Write out the records again, exactly, leaving none out.

● **MATERIAL SUPPLIED**
:::
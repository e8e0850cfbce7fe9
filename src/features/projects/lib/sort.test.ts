import { describe, expect, it } from 'vitest';
import { directionOf, nextSort, readSort } from './sort';

describe('the order of the projects', () => {
  it('reads an address, and falls back on what is due first', () => {
    expect(readSort('-name')).toBe('-name');
    expect(readSort('client')).toBe('client');
    expect(readSort('--name')).toBe('due');
    expect(readSort(null)).toBe('due');
  });

  it('turns round on the second click', () => {
    expect(nextSort('due', 'name')).toBe('name');
    expect(nextSort('name', 'name')).toBe('-name');
    expect(nextSort('-name', 'name')).toBe('name');
    expect(directionOf('-name', 'name')).toBe('descending');
    expect(directionOf('-name', 'due')).toBeNull();
  });
});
:::
● **ANSWER TO THIS PROBLEM**
repository e8e0850cfbce7fe9
filename src/features/projects/lib/sort.test.ts
import { describe, expect, it } from 'vitest';
import { directionOf, nextSort, readSort } from './sort';

describe('the order of the projects', () => {
  it('reads an address, and falls back on what is due first', () => {
    expect(readSort('-name')).toBe('-name');
    expect(readSort('client')).toBe('client');
    expect(readSort('--name')).toBe('due');
    expect(readSort(null)).toBe('due');
  });

  it('turns round on the second click', () => {
    expect(nextSort('due', 'name')).toBe('name');
    expect(nextSort('name', 'name')).toBe('-name');
    expect(nextSort('-name', 'name')).toBe('name');
    expect(directionOf('-name', 'name')).toBe('descending');
    expect(directionOf('-name', 'due')).toBeNull();
  });
});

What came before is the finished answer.